Même si dans son entretien la semaine dernière avec la chaîne américaine CNN, au cours duquel Joulani déclarait que, lui et ses hommes, « discutent de la possibilité de démanteler HTC » - toujours considéré comme « terroriste » par Washington la nébuleuse des factions armées islamistes ne donne pas d'indication sur un partage de la victoire. Et elle ne se cache guère. « Tous les Syriens ont remarqué que lors d'un discours du premier ministre, al-Bachir avait derrière lui le drapeau des rebelles à côté du fanion syrien, cela n'est pas acceptable », affirme au Figaro, Abdoullah Astepho, un des principaux dirigeants de l'opposition à Istanbul. Selon lui, le partage du pouvoir doit se fonder sur la résolution 2254 des Nations unies, qui prévoit que l'ensemble des parties syriennes se réunissent avec le gouvernement de Bachar el-Assad en vue de former un gouvernement transitoire. Or, le dictateur renversé, les nouveaux maîtres de la Syrie semblent avoir oublié les engagements internationaux. Dans leur esprit, leur gouvernement assumera ses fonctions «jusqu'au début du lancement du processus constitutionnel», en mars prochain, lorsqu'un « nouveau gouvernement sera formé ».

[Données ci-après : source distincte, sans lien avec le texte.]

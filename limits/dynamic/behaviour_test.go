package dynamic

import (
	"fmt"
	"math"
	"testing"

	"evenkeel/limits"
)

func run(t testing.TB, sys *System, losses []Loss, o Options) Outcome {
	t.Helper()
	var s Simulator
	return *s.Run(sys, losses, o)
}

// A step of gate g through (1 − TW·s)/(1 + TW/2·s) delivers −2·g at first and g·(1 − 3·e^(−2t/TW))
// at t. Gates do not step: here the gate follows with a lag TG, so that the water column
// delivers g·(1 − A·e^(−t/TG) − B·e^(−2t/TW)) with A = (TG + TW)/(TG − TW/2) and
// B = −(3/2)·TW/(TG − TW/2) (partial fractions). Below zero at first: the wrong way.
func TestHydroMovesTheWrongWayFirst(t *testing.T) {
	const tg, tw, up = 0.3, 2.0, 10.0
	m := &Model{Kind: Hydro, DroopPct: 5, GovernorS: tg, WaterS: tw}
	u := &Unit{Model: m, N: 1, RatingMW: 1000, UpMW: up}
	var s Simulator
	const every = 0.02
	got := s.Deliver(u, 50, func(float64) float64 { return 1 }, 12, every) // asks for 400 MW, has 10
	a, b := (tg+tw)/(tg-tw/2), -1.5*tw/(tg-tw/2)
	least := 0.0
	for i, v := range got {
		at := float64(i) * every
		near(t, fmt.Sprint("share at ", at), v, 1-a*math.Exp(-at/tg)-b*math.Exp(-2*at/tw), 2e-4)
		least = min(least, v)
	}
	if least > -0.3 {
		t.Errorf("the least share is %g", least)
	}
}

// 4 % of droop on 500 MW ask for 250 MW/Hz: without other response and damping, 100 MW lost
// settle where 250·(x − 0.01) = 100, at 0.41 Hz. With room for 60 MW alone frequency falls on, in
// the end at f0/(2E)·40 Hz/s.
func TestSaturationAndDeadband(t *testing.T) {
	m := &Model{Kind: Gas, DroopPct: 4, DeadbandHz: 0.01, GovernorS: 0.3, TurbineS: 0.2}
	sys := &System{NominalHz: 50, InertiaMWs: 5000, Units: []Unit{{Model: m, N: 1, RatingMW: 500, UpMW: 500}}}
	o := run(t, sys, []Loss{{MW: 100}}, Options{SteadyByS: 30, UntilS: 60, TolHz: 1e-8})
	near(t, "settled", o.EndHz, 0.41, 1e-5)
	sys.Units[0].UpMW = 60
	o = run(t, sys, []Loss{{MW: 100}}, Options{SteadyByS: 30, UntilS: 60, TolHz: 1e-8})
	a, b := o.Points[len(o.Points)-2], o.Points[len(o.Points)-1]
	near(t, "fall in the end", (b.Hz-a.Hz)/(b.S-a.S), 50.0/10_000*40, 1e-6)
	// Within the deadband nothing moves: 0.5 MW on 1 %/Hz of 5,000 MW settle at 0.01 Hz.
	sys.LoadMW, sys.DampingPctPerHz = 5000, 1
	o = run(t, sys, []Loss{{MW: 0.5}}, Options{SteadyByS: 30, UntilS: 60, Record: true})
	near(t, "settled by damping", o.EndHz, 0.01*(1-math.Exp(-60*50*50/10_000.0)), 1e-6)
	if e := o.EnergyMWs[0]; e != 0 {
		t.Errorf("%g MW·s delivered within the deadband", e)
	}
}

// A valve that may open by 10 % of 200 MW a second is full, at 40 MW, 2 s after it is asked
// to by a deviation that asks for all of it at once.
func TestRateLimit(t *testing.T) {
	m := &Model{Kind: Steam, DroopPct: 4, GovernorS: 0.02, HighPressureShare: 1, RatePctPerS: 10}
	var s Simulator
	got := s.Deliver(&Unit{Model: m, N: 1, RatingMW: 200, UpMW: 40}, 50, func(float64) float64 { return 1 }, 3, 0.1)
	for i, v := range got {
		at := 0.1 * float64(i)
		near(t, fmt.Sprint("share at ", at), v, min(1, at*20/40), 0.011) // the lag of 20 ms rounds the corner
	}
}

// A converter measures late: for DelayS it does nothing.
func TestMeasuringDelay(t *testing.T) {
	m := &Model{Kind: Droop, DroopPct: 2, DelayS: 0.25, LagS: 0.05}
	sys := &System{NominalHz: 50, InertiaMWs: 1000, Units: []Unit{{Model: m, N: 1, RatingMW: 100, UpMW: 100}}}
	o := run(t, sys, []Loss{{MW: 50}}, Options{SteadyByS: 30, UntilS: 60, Record: true})
	for i, at := range o.Times {
		if at <= 0.25 && o.MW[0][i] != 0 {
			t.Fatalf("%g MW at %g s", o.MW[0][i], at)
		}
	}
	near(t, "deviation at the end of the delay", deviationAt(&o, 0.25), 50*50*0.25/2000, 1e-6)
	near(t, "settled", o.EndHz, 0.5, 1e-4) // 100 MW for 1 Hz
}

// A response of 50 MW is set off where frequency passes 0.3 Hz, t = 0.3·2E/(f0·P) = 2.4 s after
// 50 MW are lost at E = 10,000 MW·s; it is out 0.5 s later, stays for 10 s and goes over 2 s. A
// second loss then sets it off again, but only once it has rested for 20 s.
func TestTriggerWithdrawalAndRest(t *testing.T) {
	m := &Model{Kind: Step, LevelHz: 0.3, Course: limits.Timing{RampS: 0.5, HoldS: 10, WithdrawS: 2}, RestS: 20}
	sys := &System{NominalHz: 50, InertiaMWs: 10_000, Units: []Unit{{Name: "r", Model: m, N: 1, RatingMW: 50, UpMW: 50}}}
	// The first loss is made good at 12 s, so that frequency does not run away.
	o := run(t, sys, []Loss{{Name: "a", MW: 50}, {Name: "back", AtS: 12, MW: -51}, {Name: "b", AtS: 60, MW: 60}}, Options{SteadyByS: 30, UntilS: 60, Record: true})
	var set []float64
	for _, h := range o.Happenings {
		if h.What == "set off" {
			set = append(set, h.AtS)
		}
	}
	if len(set) < 1 {
		t.Fatal(o.Happenings)
	}
	near(t, "set off", set[0], 0.3*2*10_000/(50*50), 1e-4)
	mwAt := func(t float64) float64 {
		for i := len(o.Times) - 1; i > 0; i-- {
			if o.Times[i-1] <= t {
				x := (t - o.Times[i-1]) / max(o.Times[i]-o.Times[i-1], 1e-12)
				return o.MW[0][i-1] + x*(o.MW[0][i]-o.MW[0][i-1])
			}
		}
		return 0
	}
	for _, v := range [][2]float64{{2.3, 0}, {2.65, 25}, {2.95, 50}, {12.8, 50}, {13.9, 25}, {15.2, 0}, {30, 0}} {
		near(t, fmt.Sprintf("MW at %g s", v[0]), mwAt(v[0]), v[1], 0.6)
	}
	if len(set) < 2 {
		t.Fatalf("set off at %v: %v", set, o.Happenings)
	}
	// Before the second loss frequency drifts up by 1 MW from where it was; the level is passed again
	// after 60 s, long after the rest.
	if set[1] < 60 || set[1] < set[0]+12.5+20 {
		t.Errorf("set off at %v", set)
	}
}

// Still below the level when the rest is over, it is set off again at once.
func TestSetOffAgainAfterTheRest(t *testing.T) {
	m := &Model{Kind: Step, LevelHz: 0.3, Course: limits.Timing{RampS: 0.5, HoldS: 5, WithdrawS: 1}, RestS: 4}
	sys := &System{NominalHz: 50, InertiaMWs: 10_000, LoadMW: 5000, DampingPctPerHz: 2, Units: []Unit{{Name: "r", Model: m, N: 1, RatingMW: 20, UpMW: 20}}}
	o := run(t, sys, []Loss{{MW: 60}}, Options{SteadyByS: 30, UntilS: 60})
	var set []float64
	for _, h := range o.Happenings {
		if h.What == "set off" {
			set = append(set, h.AtS)
		}
	}
	if len(set) < 3 {
		t.Fatal(o.Happenings)
	}
	for i := 1; i < len(set); i++ {
		near(t, "from one to the next", set[i]-set[i-1], 0.5+5+1+4, 1e-6)
	}
}

// Synthetic inertia of 500 MW·s behind a filter of no weight acts like 500 MW·s more: the fall
// after the filter has settled is f0·P/(2·(E + 500)); its power limit caps what it gives.
func TestSyntheticInertia(t *testing.T) {
	m := &Model{Kind: Synthetic, FilterS: 0.05}
	sys := &System{NominalHz: 50, InertiaMWs: 1500, Units: []Unit{{Model: m, N: 1, RatingMW: 100, SyntheticMWs: 500, UpMW: 100}}}
	o := run(t, sys, []Loss{{MW: 40}}, Options{SteadyByS: 30, UntilS: 60, TolHz: 1e-9})
	near(t, "first fall", o.Points[0].HzPerS, 50*40/3000.0, 1e-9)
	near(t, "fall", o.Points[len(o.Points)-1].HzPerS, 50*40/4000.0, 1e-6)
	sys.Units[0].UpMW = 4
	o = run(t, sys, []Loss{{MW: 40}}, Options{SteadyByS: 30, UntilS: 60})
	near(t, "fall at its limit", o.Points[len(o.Points)-1].HzPerS, 50*36/3000.0, 1e-6)
}

// Stages of load shedding: 5 % of 1,000 MW at 1.0 Hz after 0.2 s, once; 10 % at 1.4 Hz after 0.1 s.
// Without response frequency falls at f0·P/(2E) = 1 Hz/s, so the first acts at 1.2 s.
func TestSheddingInStages(t *testing.T) {
	sys := &System{NominalHz: 50, InertiaMWs: 2500, LoadMW: 1000, Relays: []Relay{
		{Name: "first", LevelHz: 1.0, DelayS: 0.2, ShedShare: 0.05}, {Name: "second", LevelHz: 1.4, DelayS: 0.1, ShedShare: 0.1}}}
	o := run(t, sys, []Loss{{MW: 100}}, Options{SteadyByS: 30, UntilS: 60})
	var got []Happening
	for _, h := range o.Happenings {
		if h.What == "shed" {
			got = append(got, h)
		}
	}
	if len(got) != 2 {
		t.Fatal(o.Happenings)
	}
	near(t, "first", got[0].AtS, 1.2, 1e-4)
	near(t, "MW", got[0].MW, 50, 1e-9)
	// 50 MW missing from 1.2 s on: 1.4 Hz at 1.2 + 0.2/0.5 s, 0.1 s later 100 MW go and 50 are too many.
	near(t, "second", got[1].AtS, 1.7, 1e-4)
	near(t, "lowest", o.NadirHz, 1.45, 1e-4)
	// A relay that frequency leaves before its delay is over resets.
	sys.Relays = []Relay{{Name: "slow", LevelHz: 1.0, DelayS: 2, ShedShare: 0.05}}
	o = run(t, sys, []Loss{{MW: 100}, {AtS: 1.5, MW: -200}}, Options{SteadyByS: 30, UntilS: 60})
	for _, h := range o.Happenings {
		if h.What == "shed" {
			t.Error(o.Happenings)
		}
	}
}

// Embedded generation of 20 MW trips where frequency falls by 0.5 Hz/s or more over 0.5 s for
// 0.2 s: at 1 Hz/s the window shows 0.5 Hz/s after 0.25 s, so it trips at 0.45 s. At 0.4 Hz/s it stays.
func TestEmbeddedGenerationTrips(t *testing.T) {
	sys := &System{NominalHz: 50, InertiaMWs: 2500, LoadMW: 1000, Relays: []Relay{{Name: "embedded", HzPerS: 0.5, WindowS: 0.5, DelayS: 0.2, LostMW: 20}}}
	o := run(t, sys, []Loss{{MW: 100}}, Options{SteadyByS: 30, UntilS: 60, MaxStepS: 0.01})
	found := false
	for _, h := range o.Happenings {
		if h.What == "tripped" {
			found = true
			near(t, "instant", h.AtS, 0.45, 0.011)
			near(t, "MW", h.MW, 20, 0)
		}
	}
	if !found {
		t.Fatal(o.Happenings)
	}
	if o := run(t, sys, []Loss{{MW: 40}}, Options{SteadyByS: 30, UntilS: 60}); len(o.Happenings) != 1 {
		t.Error(o.Happenings)
	}
}

// Above nominal: 80 MW of load lost, 40 MW of foot-room on a droop of 200 MW/Hz beyond 10 mHz.
// Damping of 1 % of 2,000 MW per Hz carries the other 40 MW at 2 Hz.
func TestFootRoomAboveNominal(t *testing.T) {
	m := &Model{Kind: Gas, DroopPct: 5, DeadbandHz: 0.01, GovernorS: 0.3}
	sys := &System{NominalHz: 50, InertiaMWs: 5000, LoadMW: 2000, DampingPctPerHz: 1, Units: []Unit{{Model: m, N: 1, RatingMW: 500, UpMW: 0, DownMW: 40}}}
	o := run(t, sys, []Loss{{MW: -80}}, Options{WindowS: 0.5, SteadyByS: 100, UntilS: 150})
	near(t, "highest", -o.EndHz, 2, 1e-3)
	near(t, "steady above", o.SteadyOverHz, 2, 1e-3)
	if o.NadirHz != 0 || o.RiseHzPerS <= 0 {
		t.Errorf("%+v", o.NadirHz)
	}
	near(t, "first rise", -o.Points[0].HzPerS, 50*80/10_000.0, 1e-9)
}

// E1. Great Britain, 9 August 2019 (public technical and regulator reports; figures from memory
// save where marked read): about 210 GVA·s and 29 GW of load; 737 MW wind, 244 MW steam
// turbine and 150 MW embedded lost within the first second, then about 350 MW embedded on
// RoCoF protection: 1,481 MW (read); about 900 MW of response delivered (read); frequency held
// near 49.1 to 49.2 Hz; 210 MW more lost at about 57 s (1,691 MW in all, read), then 48.8 Hz (read).
//
// Assumed here, as we know of no published figure: 900 MW of response as 500 MW of quick droop
// and 400 MW of steam turbines, all out by 0.5 Hz; all losses without their inertia. Load damping
// of 2.27 % per Hz is what the figures imply: 1,691 − 900 MW carried at 1.2 Hz by 29 GW. The first
// arrest then is a prediction.
func TestRecordedEventOf2019(t *testing.T) {
	quick := &Model{Kind: Droop, DroopPct: 2, DeadbandHz: 0.015, DelayS: 0.5, LagS: 0.5}
	slow := &Model{Kind: Steam, DroopPct: 4, DeadbandHz: 0.015, GovernorS: 0.3, ChestS: 0.3, ReheatS: 8, HighPressureShare: 0.3}
	sys := &System{NominalHz: 50, LoadMW: 29_000, DampingPctPerHz: 2.27, InertiaMWs: 210_000, Units: []Unit{
		{Name: "quick", Model: quick, N: 1, RatingMW: 1000, UpMW: 500}, {Name: "slow", Model: slow, N: 1, RatingMW: 2000, UpMW: 400}}}
	losses := []Loss{{Name: "wind, steam turbine, embedded", MW: 1131}, {Name: "embedded on RoCoF", AtS: 0.7, MW: 350}, {Name: "gas turbine", AtS: 57, MW: 210}}
	o := run(t, sys, losses, Options{WindowS: 0.5, SteadyByS: 30, UntilS: 90})
	near(t, "initial RoCoF from 1,131 MW by R1", o.Points[0].HzPerS, 0.135, 5e-4)
	near(t, "RoCoF from 1,481 MW by R1", 50*1481/(2*210_000.0), 0.176, 5e-4)
	if r := o.RoCoFHzPerS; r < 0.13 || r > 0.18 {
		t.Errorf("RoCoF over half a second %.3f Hz/s, reported about 0.16", r)
	}
	low := 0.0
	for _, p := range o.Points {
		if p.S < 57 {
			low = max(low, p.Hz)
		}
	}
	if f := 50 - low; f < 49.05 || f > 49.25 {
		t.Errorf("first arrest at %.3f Hz, published near 49.1 to 49.2", f)
	}
	reached := math.Inf(1)
	for _, p := range o.Points {
		if p.Hz >= 1.195 { // 48.8 as rounded
			reached = min(reached, p.S)
		}
	}
	if reached < 57 || reached > 117 {
		t.Errorf("48.8 Hz reached at %.1f s, published after the second loss at 57 s; lowest %.3f", reached, 50-o.NadirHz)
	}
}

// A loss at 20 s does 20 s later what it does at 0 s, jumps of shapes and of courses included.
func TestLaterLossDoesTheSame(t *testing.T) {
	jump, err := limits.Timing{DelayS: 0.2, RampS: 0.6, HoldS: 8, WithdrawS: 2, RecoveryShare: 0.3, RecoveryS: 15}.Shape() // comes back at once
	if err != nil {
		t.Fatal(err)
	}
	step := &Model{Kind: Step, LevelHz: 0.15, Course: limits.Timing{DelayS: 0.1, HoldS: 20, WithdrawS: 0}, RestS: 900}
	gas := Defaults(Gas)
	sys := &System{NominalHz: 50, LoadMW: 400, DampingPctPerHz: 1, InertiaMWs: 2000, Units: []Unit{
		{Name: "s", Model: step, N: 1, RatingMW: 20, UpMW: 12}, {Name: "g", Model: &gas, N: 3, RatingMW: 60, UpMW: 12}},
		Promises: []Promise{{"p", jump, 10}}}
	opt := Options{WindowS: 0.5, SteadyByS: 30, UntilS: 60, TolHz: 1e-7}
	a := run(t, sys, []Loss{{MW: 50}}, opt)
	for _, at := range []float64{0.1, 7.3, 20, 33.337} {
		b := run(t, sys, []Loss{{AtS: at, MW: 50}}, opt)
		near(t, "nadir", b.NadirHz, a.NadirHz, 1e-5)
		near(t, "instant of the nadir", b.NadirS-at, a.NadirS, 0.02)
		near(t, "steady", b.SteadyHz, a.SteadyHz, 1e-5)
		for _, s := range []float64{5, 19, 21, 25.5, 26.5, 40} {
			near(t, fmt.Sprintf("at %g + %g s", at, s), deviationAt(&b, at+s), deviationAt(&a, s), 1e-4)
		}
	}
}

// What is lost altogether is out of the equations: its filter would be followed in steps that
// are too long for it, as nothing hangs on it any more.
func TestLostUnitsAreLeftOut(t *testing.T) {
	syn := &Model{Kind: Synthetic, FilterS: 0.05}
	hydro := Defaults(Hydro)
	sys := &System{NominalHz: 50, LoadMW: 300, DampingPctPerHz: 1, InertiaMWs: 1500, Units: []Unit{
		{Name: "battery", Model: syn, N: 1, RatingMW: 30, UpMW: 10, DownMW: 10, SyntheticMWs: 300}, {Name: "river", Model: &hydro, N: 2, RatingMW: 60, UpMW: 25}}}
	o := run(t, sys, []Loss{{Name: "battery", MW: 20, Units: []Gone{{Index: 0, Much: 1}}}}, Options{SteadyByS: 30, UntilS: 600, TolHz: 2e-5})
	sys.Units = sys.Units[1:]
	want := run(t, sys, []Loss{{Name: "battery", MW: 20}}, Options{SteadyByS: 30, UntilS: 600, TolHz: 2e-5})
	near(t, "nadir", o.NadirHz, want.NadirHz, 1e-9)
	near(t, "end", o.EndHz, want.EndHz, 1e-6)
}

En attendant, le HTC et ses alliés islamistes comptent marquer leur territoire, grâce à leurs forces de sécurité, des hommes armés de différents groupes rebelles qui se promènent en treillis, lourdement armés, parfois cagoulés, dans les rues de Damas, mais sans être intrusifs.
Américains et Européens ont affirmé être prêts à coopérer avec le nouveau pouvoir, mais sous condition: une gouvernance crédible, inclusive et non sectaire. Le HTC sera avant tout jugé sur ses actes, répète-t-on à Paris comme à Washington.
Deux tests sont particulièrement guettés: l'alcool et la mixité ou non dans les écoles. Dans leur bastion d'Idlib, l'alcool est banni, et pour l'instant les bars du quartier chrétien de Bab Touma, dans le cœur historique de Damas, n'ont pas rouvert. Quant aux écoles, le refus de la mixité serait mal vu par les minorités et par beaucoup de sunnites urbanisés.
Au-delà des défis politiques liés à une transition qui s'annonce difficile, la Syrie est loin d'être stabilisée au plan sécuritaire. Dans le Nord-Est, les Kurdes ont dû sous la pression des armes lâcher la ville de Deir Ez-Zor et celle de Manbij aux rebelles proches de HTC.
« On n'a pas renversé un dictateur pour hériter d'un autre », lâche le ténor de l'opposition, qui tient à l'anonymat. Selon lui, « Joulani est obsédé par son désir d'être retiré de la liste des organisations terroristes pour avoir des contacts directs avec les Américains. Il va donc continuer de faire des déclarations apaisantes ou à amnistier, comme il l'a fait des personnels subalternes de l'armée et des forces de sécurité». Ses parrains turcs peuvent-ils l'influencer? « Ils aimeraient qu'il rentre chez lui à Idlib, mais il semble avoir pris goût à Damas et au pouvoir», ironise, peu optimiste, le diplomate précité.